Today we are going to briefly discuss Vitamin D which is also known as the sunshine vitamin. Our goal is to educate you on important information that will help you on your healthy lifestyle journey.
Vitamin D Introduction
Vitamin D is a fat soluble vitamin that promotes the absorption of calcium, magnesium, and phosphate. Calcium is mainly asscoiated with vitamin D because of its significant role in calcium homeostasis and metabolism. The 3 ways vitamin D can be obtained is through sun exposure, food, and supplements. Most people meet some of the recommended vitamin D daily value intake from exposure to sunlight in which the body produces vitamin D. Bone growth, reduction of inflammation, modulation of cell growth, neuromuscular, and immune function are other important roles that vitamin D play in the body.
Vitamin D Food Sources
Due to the limited amount of foods in nature that contain vitamin D, fortification is often the primary source. Fatty fish and fish liver oils are among the best sources of vitamin D with fortification.

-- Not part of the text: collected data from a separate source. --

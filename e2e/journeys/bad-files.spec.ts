import { writeFileSync } from 'node:fs'
import { join } from 'node:path'
import { expect, test } from '../pages/program.ts'

function file(folder: string, name: string, content: string | Uint8Array): string {
  writeFileSync(join(folder, name), content)
  return join(folder, name)
}

test('a file that cannot be understood is refused with its line and the reason, and nothing is lost', async ({ sheet, page, folder }) => {
  await sheet.openDemo()
  await sheet.goTo('Runs')
  const rows = Array.from({ length: 40 }, (_, i) => `${i},${300 + i},${(8 - i / 100).toFixed(3)}`)
  rows[20] = '20,320,oops'
  await sheet.chooseFiles([file(folder, 'broken row.csv', ['Time (min),Temperature (K),Mass (mg)', ...rows].join('\n'))])

  const refused = page.getByRole('alert')
  await expect(refused).toContainText('broken row.csv')
  await expect(refused).toContainText('line 22')
  await expect(refused).toContainText('oops')
  await expect(sheet.runsTable.getByRole('row')).toHaveCount(6)
  await page.getByRole('button', { name: 'Dismiss' }).click()
  await expect(refused).toHaveCount(0)
})

test('of several files the good ones come in and the others are named', async ({ sheet, page, folder }) => {
  const good = [
    'Time (min),Temperature (K),Mass (mg)',
    ...Array.from({ length: 300 }, (_, i) => `${i / 10},${400 + i},${(8 - 4 / (1 + Math.exp((150 - i) / 12))).toFixed(5)}`),
  ]
  await sheet.drop([
    file(folder, 'fine 10 K per min.csv', good.join('\n')),
    file(folder, 'picture.csv', Uint8Array.of(0x89, 0x50, 0x4e, 0x47, 0x0d, 0x0a, 0x1a, 0x0a, 0, 0, 0, 13)),
    file(folder, 'empty.csv', ''),
  ])
  const refused = page.getByRole('alert')
  await expect(refused).toContainText('2 files not used')
  await expect(refused).toContainText('picture.csv')
  await expect(refused).toContainText('empty.csv')
  await expect(sheet.runsTable.getByRole('row')).toHaveCount(2)
})

test('one run alone says what is missing instead of giving a number', async ({ sheet, page, folder }) => {
  const rows = Array.from(
    { length: 400 },
    (_, i) => `${(i / 10).toFixed(2)},${400 + i},${(8 - 4 / (1 + Math.exp((200 - i) / 12))).toFixed(5)}`,
  )
  await sheet.chooseFiles([file(folder, 'alone 10 K per min.csv', ['Time (min),Temperature (K),Mass (mg)', ...rows].join('\n'))])
  await expect(page.getByRole('button', { name: /1 stop/ })).toBeVisible()
  await sheet.goTo('Activation energy')
  await expect(page.getByRole('main')).toContainText(/programme/)
})
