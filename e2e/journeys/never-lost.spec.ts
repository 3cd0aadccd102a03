import { expect, test } from '../pages/program.ts'

test('a reloaded page shows the study as it was, undo included', async ({ sheet, page }) => {
  await sheet.openDemo()
  await sheet.goTo('Runs')
  await page.getByRole('checkbox', { name: /^Use/ }).first().focus()
  await page.keyboard.press('Space')
  await expect(page.getByRole('checkbox', { name: /^Use/ }).first()).not.toBeChecked()
  await sheet.settled()
  await page.reload()
  await sheet.settled()
  await sheet.goTo('Runs')
  await expect(page.getByRole('checkbox', { name: /^Use/ }).first()).not.toBeChecked()
  await page.getByRole('button', { name: /^Undo: leaving out/ }).click()
  await expect(page.getByRole('checkbox', { name: /^Use/ }).first()).toBeChecked()
})

test('a second tab follows the first', async ({ sheet, page, context, program }) => {
  await sheet.openDemo()
  const second = await context.newPage()
  await second.goto(program.address)
  await expect(second.getByRole('slider', { name: 'Conversion level' })).toBeVisible()
  await second.getByRole('textbox', { name: 'Name of the study' }).fill('Named in the second tab')
  await second.keyboard.press('Enter')
  await expect(page.getByRole('textbox', { name: 'Name of the study' })).toHaveValue('Named in the second tab')
})

test('a restarted program shows the study as it was', async ({ sheet, page, program }) => {
  await sheet.openDemo()
  await sheet.goTo('Activation energy')
  const before = await sheet.levelTable.allTextContents()
  await page.goto('about:blank')
  await sheet.open(await program.restart())
  await sheet.settled()
  await sheet.goTo('Activation energy')
  expect(await sheet.levelTable.allTextContents()).toEqual(before)
})

test('everything done is undone and done again by the keyboard', async ({ sheet, page }) => {
  await sheet.openDemo()
  await page.keyboard.press('Control+z')
  await expect(sheet.openDemoButton).toBeVisible()
  await page.keyboard.press('Control+Shift+z')
  await sheet.settled()
  await sheet.goTo('Runs')
  await expect(sheet.runsTable.getByRole('row')).toHaveCount(6)
})
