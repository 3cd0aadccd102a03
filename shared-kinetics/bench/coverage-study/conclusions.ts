import { levels, runCounts, type ErrorKind, type RunCount, type StudiedInterval } from './design.ts'
import { coverageOf } from './gate.ts'
import type { Findings } from './page.ts'
import type { Cell } from './tally.ts'
import { medianOf, percent } from './words.ts'

/** Least to most coverage. */
const range = (found: readonly Cell[]): string => {
  const values = found.map(coverageOf)
  return `${percent(Math.min(...values))} to ${percent(Math.max(...values))} %`
}

const median = (found: readonly Cell[]): string => percent(medianOf(found.map(coverageOf)))

/** Sentences on what the study shows, their numbers taken from it. */
export function conclusionsOf(cells: readonly Cell[], findings: Findings): string[] {
  const of = (interval: StudiedInterval, errors: readonly ErrorKind[], runs: readonly RunCount[] = runCounts, level?: number): Cell[] =>
    cells.filter(
      (cell) =>
        cell.interval === interval &&
        errors.includes(cell.error) &&
        runs.includes(cell.runs) &&
        (level === undefined || cell.level === level),
    )
  const byRuns = (interval: StudiedInterval, errors: readonly ErrorKind[]): string =>
    runCounts
      .filter((runs) => of(interval, errors, [runs]).length > 0)
      .map((runs) => `${median(of(interval, errors, [runs]))} % of ${runs} runs`)
      .join(', ')
  const width = (runs: RunCount): number =>
    medianOf(
      of('student-t', ['temperature-offset'], [runs]).map((cell) => cell.halfWidths_J_per_mol / cell.replicates / cell.own_J_per_mol),
    )
  const fired = runCounts
    .map((runs) => {
      const looks = findings.filter((finding) => finding.runs === runs)
      const sum = (key: 'looks' | 'fired'): number => looks.reduce((total, look) => total + look[key], 0)
      return `${percent(sum('fired') / sum('looks'))} % of ${runs} runs`
    })
    .join(', ')
  const equal: readonly ErrorKind[] = ['temperature-offset', 'heating-rate']
  const lowest = levels[0] ?? Number.NaN
  return [
    `(a) holds what it says where errors are independent and alike: ${range(of('student-t', equal))} over all cells, also for three runs, where one degree of freedom must do.`,
    `(a) of three runs is right and of little use: half of it is ${percent(width(3))} % of Ea, against ${percent(width(4))} % of four runs, ${percent(width(5))} % of five and ${percent(width(6))} % of six, for 0.5 K in each run.`,
    `(d) holds where what is stated is true: ${range(of('measured-sources', [...equal, 'all-sources']))}. It does not need scatter to be seen, so that of three runs it is far narrower than (a); it is worth what the statements are worth.`,
    `(b) does not hold 95 %, whatever its name: median ${byRuns('vyazovkin-wight-f', equal)}. It is approximate, and says so.`,
    `(c) the jackknife comes close (${byRuns('jackknife', equal)}); the bootstrap over so few runs is too narrow (${byRuns('bootstrap', equal)}).`,
    `Errors common to all runs leave no scatter, and (a) cannot know of them: with all sources it holds ${range(of('student-t', ['all-sources']))}. Combined with the stated ones it holds ${range(of('combined', ['all-sources']))}.`,
    `Signal noise at a constant sampling time: (a) holds ${range(of('student-t', ['signal-noise']))}, median ${byRuns('student-t', ['signal-noise'])}; (d) from the noise found in the data ${range(of('measured-sources', ['signal-noise']))}, least near the start of the reaction (median at level ${lowest}: ${median(of('measured-sources', ['signal-noise'], runCounts, lowest))} %). The finding \`unequal-variance\` tells the user when data are of this kind: it was there in ${fired} (looked for in every tenth replicate; its rule asks for variances more than four times apart, which three heating rates from 5 to 20 K/min only just are).`,
  ]
}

- Orange juice fortified with vitamin D: 1 cup contains approx. 137 IU, 37% DV (Daily Value)
- Milk, nonfat, reduced fat, and whole fortified with vitamin D: 1 cup contains approx. 115 – 124 IU, 29% – 31% DV
- Yogurt fortified with vitamin D: 6 ounces contains approx. 80 IU, 20% DV
Vitamin D Other Important Key Notes
Governmental regulatory agencies stipulate for the food and dietary supplement industries certain health claims as allowable as statements on packaging.

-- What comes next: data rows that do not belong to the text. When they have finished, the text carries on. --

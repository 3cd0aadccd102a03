import { demoSeries } from '../../main/demo/demo-series.ts'
import { writeFileSync } from 'node:fs'
import { join } from 'node:path'
import type { Locator } from '@playwright/test'
import type { Sheet } from '../pages/sheet.ts'
import { expect, test } from '../pages/program.ts'

test.use({ permissions: ['clipboard-read', 'clipboard-write'] })

/** The first number of a text, with a true minus sign or none. */
const numberIn = (text: string | null): number => Number(/[\d.]+/.exec(text ?? '')?.[0])
/** Half the width of the interval at the level, as the table shows it. */
const halfWidth = async (sheet: Sheet): Promise<number> => numberIn(await sheet.currentRow.getByRole('cell').nth(1).textContent())
/** u(Ea) of a source, as the budget shows it. */
const u = async (sheet: Sheet, source: string): Promise<number> =>
  numberIn(await sheet.budgetRow(source).getByRole('cell').nth(1).textContent())

test('the kind of interval that is chosen is named, and chart, table, rail and read-out follow it', async ({ sheet }) => {
  await sheet.openDemo()
  await sheet.goTo('Activation energy')
  const right = sheet.page.getByRole('region', { name: 'Activation energy against conversion' })
  await expect(right).toContainText('Student-t of the regression, n − 2 degrees of freedom (3 here), 95 %, pointwise.')
  await expect(sheet.readOut).toContainText('bars: ± 95 %, Student-t')
  const own = await halfWidth(sheet)
  // A line method has no F-type interval: it is no choice.
  await expect(sheet.option('Interval', 'F-type')).toHaveCount(0)

  await sheet.option('Interval', 'Combined').click()
  await expect(right).toContainText('Scatter and measured sources combined, 95 %, pointwise, approximate.')
  await expect(sheet.readOut).toContainText('bars: ± 95 %, combined')
  const combined = await halfWidth(sheet)
  expect(combined).toBeGreaterThan(own)
  await expect(sheet.readOut).toContainText(`± ${combined.toFixed(1)} kJ/mol`)

  await sheet.option('Interval', 'Jackknife').click()
  await expect(right).toContainText('Jackknife over runs, 95 %, pointwise, approximate.')
  await expect(right).toContainText('Each of 5 runs left out once')

  await sheet.chooseMethod('Vyazovkin')
  await sheet.option('Interval', 'F-type').click()
  await expect(right).toContainText('F-type interval of Vyazovkin and Wight, 95 %, pointwise, approximate.')
  // Phi shows the ends of that interval in place of Student's.
  await expect.poll(async () => sheet.told(/^Φ/)).toMatch(/Lower end, 95 % \(F-type\)/)
})

test('where the uncertainty comes from is shown at the level, changed, undone, copied and exported', async ({ sheet, page }) => {
  await sheet.openDemo()
  await sheet.goTo('Activation energy')
  await sheet.option('Evidence', 'Where the uncertainty comes from').click()
  await sheet.option('Interval', 'Combined').click()
  const common = sheet.budgetRow('Temperature, common to all runs')
  await expect(common).toContainText('assumed: nobody has stated it')
  const parts = [await u(sheet, 'Scatter of the runs'), await u(sheet, 'Temperature, common to all runs'), await u(sheet, 'Thermal lag')]
  const whole = await u(sheet, 'Combined')
  expect(Math.hypot(...parts)).toBeCloseTo(whole, 1)

  // The rail moves it.
  await sheet.dragRailTo(0.9)
  await expect.poll(() => u(sheet, 'Combined')).not.toBe(whole)
  await sheet.dragRailTo(0.5)
  await expect.poll(() => u(sheet, 'Combined')).toBe(whole)

  // Ten times the common error: ten times its share of Ea, and a wider interval.
  const before = await halfWidth(sheet)
  const field = page.getByRole('textbox', { name: 'Stated: temperature, common to all runs' })
  await field.fill('-1 K')
  await field.press('Enter')
  await expect(field).toHaveAttribute('aria-invalid', 'true')
  await field.fill('5 K')
  await field.press('Enter')
  await expect(common).toContainText('as stated')
  await expect.poll(() => u(sheet, 'Temperature, common to all runs')).toBeCloseTo(10 * (parts[1] ?? Number.NaN), 0)
  await expect.poll(() => halfWidth(sheet)).toBeGreaterThan(before)
  await page.getByRole('button', { name: 'Undo: stated uncertainties' }).click()
  await expect(common).toContainText('assumed: nobody has stated it')
  await expect.poll(() => halfWidth(sheet)).toBe(before)

  await page.getByRole('button', { name: 'Copy budget' }).click()
  await expect.poll(() => page.evaluate(() => navigator.clipboard.readText())).toContain('0.5 K assumed: nobody has stated it\t')
  await page.getByRole('button', { name: 'Copy table' }).click()
  await expect.poll(() => page.evaluate(() => navigator.clipboard.readText())).toContain('± 95 % Starink, combined (kJ/mol)')

  const out = await sheet.downloads(2, () => page.getByRole('button', { name: 'Export table (CSV)' }).click())
  expect(out.get('activation.csv')?.split('\n')[0]).toMatch(/jackknife|Jackknife/)
  expect(out.get('activation.csv.txt')).toContain('Scatter and measured sources combined')
  await expect(page.getByText(/^Saved .*, with every kind of interval\.$/)).toBeVisible()
})

test('a budget copied right after a change waits for the numbers that belong to it', async ({ sheet, page }) => {
  await sheet.openDemo()
  await sheet.goTo('Activation energy')
  await sheet.option('Evidence', 'Where the uncertainty comes from').click()
  await expect.poll(() => u(sheet, 'Thermal lag')).toBeGreaterThan(0)
  await page.evaluate(() => navigator.clipboard.writeText(''))
  const field = page.getByRole('textbox', { name: 'Stated: thermal lag' })
  await field.fill('0 s')
  await field.press('Enter')
  await page.getByRole('button', { name: 'Copy budget' }).click()
  const clipboard = async (): Promise<string> => page.evaluate(() => navigator.clipboard.readText())
  await expect.poll(clipboard).not.toBe('')
  expect(await clipboard()).toMatch(/Thermal lag\t0 s [^\t]*\t0\.000\t/)
})

test('three runs are too few for resampling, and the sheet says so', async ({ sheet, page, folder }) => {
  const files = demoSeries().files.slice(0, 3)
  for (const { fileName, bytes } of files) writeFileSync(join(folder, fileName), bytes)
  await sheet.chooseFiles(files.map(({ fileName }) => join(folder, fileName)))
  await sheet.settled()
  await sheet.goTo('Activation energy')
  await expect(page.getByText('Jackknife: needs 4 runs, here 3. Bootstrap: needs 4 distinct programmes, here 3.')).toBeVisible()
  await expect(sheet.option('Interval', 'Jackknife')).toBeDisabled()
})

const gasConstant_J_per_mol_K = 8.314462618

/** A first-order mass loss (60 kJ/mol, 1e5 1/s) heated at a constant rate from 300 K, its thermometer off by so many kelvin. */
function massLoss(rate_K_per_min: number, error_K: number): string {
  const parts = 20
  const lines = ['Time (s),Temperature (°C),Mass (mg)']
  let reacted = 0
  for (let T_K = 300; T_K <= 700; T_K++) {
    const time_s = (60 * (T_K - 300)) / rate_K_per_min
    lines.push(`${time_s.toFixed(2)},${(T_K + error_K - 273.15).toFixed(2)},${(3 + 7 * Math.exp(-reacted)).toFixed(5)}`)
    for (let part = 0; part < parts; part++) {
      const k_per_s = 1e5 * Math.exp(-60_000 / (gasConstant_J_per_mol_K * (T_K + (part + 0.5) / parts)))
      reacted += (k_per_s * 60) / rate_K_per_min / parts
    }
  }
  return [...lines, ''].join('\n')
}

test('an interval that reaches below 0 says so where it stands, is heard and is copied', async ({ sheet, page, folder }) => {
  const paths = [2, 5, 10].map((rate) => join(folder, `loss ${rate} K per min.csv`))
  for (const [i, path] of paths.entries()) writeFileSync(path, massLoss([2, 5, 10][i] ?? 0, i === 1 ? 25 : 0))
  await sheet.chooseFiles(paths)
  await sheet.settled()
  await sheet.goTo('Activation energy')
  const words = /reaches below 0, where no activation energy lies: these runs do not bound Ea from below/
  await expect(page.getByRole('list', { name: 'Remarks on the interval' })).toHaveText(words)
  await expect(sheet.currentRow.getByRole('cell').nth(1)).toHaveAttribute('title', words)
  await expect(sheet.currentRow.getByRole('cell').nth(1)).toContainText(words)
  await expect(sheet.rail).toHaveAttribute('aria-valuetext', words)
  await expect(page.getByText(/^Interval of the mean: reaches below 0/)).toBeVisible()
  await page.getByRole('button', { name: 'Copy table' }).click()
  await expect.poll(() => page.evaluate(() => navigator.clipboard.readText())).toMatch(words)
  await sheet.option('Evidence', 'Where the uncertainty comes from').click()
  await expect(page.getByText(/^Student-t(, [a-z]+)* interval: reaches below 0/)).toBeVisible()
  await sheet.option('Table', 'Peaks and single runs').click()
  await expect(sheet.peakTable.getByRole('row', { name: /^Kissinger/ })).toContainText(words)
})

test('the value that was assumed, typed by a person, is stated from then on', async ({ sheet, page }) => {
  await sheet.openDemo()
  await sheet.goTo('Activation energy')
  await sheet.option('Evidence', 'Where the uncertainty comes from').click()
  const common = sheet.budgetRow('Temperature, common to all runs')
  await expect(common).toContainText('assumed: nobody has stated it')
  const field = page.getByRole('textbox', { name: 'Stated: temperature, common to all runs' })
  await expect(field).toHaveValue('0.5 K')
  await field.focus()
  await page.keyboard.press('Enter')
  await expect(common).toContainText('assumed: nobody has stated it')
  await page.keyboard.press('Control+A')
  await page.keyboard.type('0.5 K')
  await page.keyboard.press('Enter')
  await expect(common).toContainText('as stated')
  await expect(field).toHaveValue('0.5 K')
  await expect(sheet.budgetRow('Temperature, run by run')).toContainText('assumed: nobody has stated it')
  const out = await sheet.downloads(2, () => page.getByRole('button', { name: 'Export table (CSV)' }).click())
  expect(out.get('activation.csv.txt')).toMatch(/common to all runs[^\n]*0\.5 K, as stated/i)
  expect(out.get('activation.csv.txt')).toMatch(/0\.5 K in each run, assumed, nothing stated/)
  await page.getByRole('button', { name: 'Undo: stated uncertainties' }).click()
  await expect(common).toContainText('assumed: nobody has stated it')
})

test('the line through the peaks stands at the left while a peak method is looked at', async ({ sheet, page }) => {
  await sheet.openDemo()
  await sheet.goTo('Activation energy')
  await sheet.option('Table', 'Peaks and single runs').click()
  await expect(sheet.chart('Straight line through the peaks')).toBeVisible()
  const left = page.getByRole('region', { name: 'Straight line through the peaks' })
  await expect(left).toContainText('Kissinger: ln(β/Tp²) against 1000/Tp; the slope is −Ea/R.')
  const Ea =
    (await sheet.peakTable
      .getByRole('row', { name: /^Kissinger/ })
      .getByRole('cell')
      .first()
      .textContent()) ?? ''
  await expect(left).toContainText(new RegExp(`Ea ${Ea} ± [\\d.]+ kJ/mol \\(95 % Student-t, 3 degrees of freedom\\)`))
  expect(await sheet.told('Straight line through the peaks')).toMatch(/2 K\/min: 1000\/Tp 1\.\d+ 1\/K, ln\(β\/Tp²\) −?-?12\.\d+/)

  await sheet.option('Method', 'ASTM E698').click()
  await expect(sheet.peakTable.getByRole('row', { name: /^ASTM E698/ })).toHaveAttribute('aria-current', 'true')
  await expect(left).toContainText('ASTM E698: log β against 1000/Tp')
  await sheet.peakTable.getByRole('row', { name: /^Augis–Bennett Does/ }).click()
  await expect(left).toContainText('There is no line to draw.')

  await sheet.option('Table', 'Every level').click()
  await expect(sheet.chart('Straight lines at each conversion')).toBeVisible()
  await sheet.option('Evidence', 'Peaks').click()
  await expect(sheet.peakTable).toBeVisible()
})

test('peaks and single runs stand in a table of their own, with what to know before relying on them', async ({ sheet, page }) => {
  await sheet.openDemo()
  await sheet.goTo('Activation energy')
  await sheet.option('Table', 'Peaks and single runs').click()
  await expect(sheet.peakTable.getByRole('row', { name: /^Kissinger/ })).toContainText('peaks at α')
  const e698 = sheet.peakTable.getByRole('row', { name: /^ASTM E698/ })
  await expect(e698).toContainText(/half-life of 60 min [\d.]+ ±\s[\d.]+ °C/)
  await expect(sheet.peakTable.getByRole('row', { name: /^Augis–Bennett Does/ })).toContainText('does not change the mass')
  await page.getByRole('region', { name: 'Table of peak and single-run methods' }).focus()
  await page.keyboard.press('ArrowDown')
  await expect(e698).toHaveAttribute('aria-current', 'true')
  await expect(page.getByText(/To confirm: age a sample for 60 min.*does not replace tests/)).toBeVisible()
  await page.getByRole('button', { name: 'Copy table' }).click()
  await expect.poll(() => page.evaluate(() => navigator.clipboard.readText())).toMatch(/^Method\tRun\tEa \(kJ\/mol\)/)
})

/** Of the rows of a table that its head or its lower edge cuts: how far they reach beyond either. */
const rowsCut = (frame: Locator): Promise<readonly number[]> =>
  frame.evaluate((element) => {
    const { top, bottom } = element.getBoundingClientRect()
    const head = top + (element.querySelector('thead')?.offsetHeight ?? 0)
    return [...element.querySelectorAll('tbody tr')].flatMap((row) => {
      const box = row.getBoundingClientRect()
      const above = box.bottom > head + 2 && box.top < head - 2
      const below = box.top < bottom - 2 && box.bottom > bottom + 2
      return above || below ? [box.top - head, box.bottom - bottom] : []
    })
  })

test('no row of the peak methods is cut, whichever is picked out', async ({ sheet, page }) => {
  await sheet.openDemo()
  await sheet.goTo('Activation energy')
  await page.getByRole('radio', { name: 'Peaks and single runs' }).click()
  const frame = page.getByRole('region', { name: 'Table of peak and single-run methods' })
  const rows = await sheet.peakTable.getByRole('row').count()
  expect(rows).toBeGreaterThan(6)
  await frame.focus()
  for (const key of [
    ...Array.from({ length: rows - 2 }, () => 'ArrowDown'),
    'Home',
    'End',
    ...Array.from({ length: rows - 2 }, () => 'ArrowUp'),
  ]) {
    await page.keyboard.press(key)
    await expect(sheet.peakTable.locator('tr[aria-current="true"]')).toBeInViewport({ ratio: 0.9 })
    await expect.poll(() => rowsCut(frame)).toEqual([])
  }
  await frame.hover()
  for (const notches of [60, 140, 90, -70, 400, -160]) {
    await page.mouse.wheel(0, notches)
    await expect.poll(() => rowsCut(frame)).toEqual([])
  }
})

- US Food and Drug Administration: ” Adequate calcium and vitamin D, as part of a well balanced diet, along with physical activity, may reduce the risk of osteoporosis.
NIH Office of Dietary Supplements
Disclaimer: This blog post provides information that should not take the place of medical advice. We encourage you to talk to your healthcare provider about your interest in, questions about, or use of dietary supplements and what may be the best for your overall health.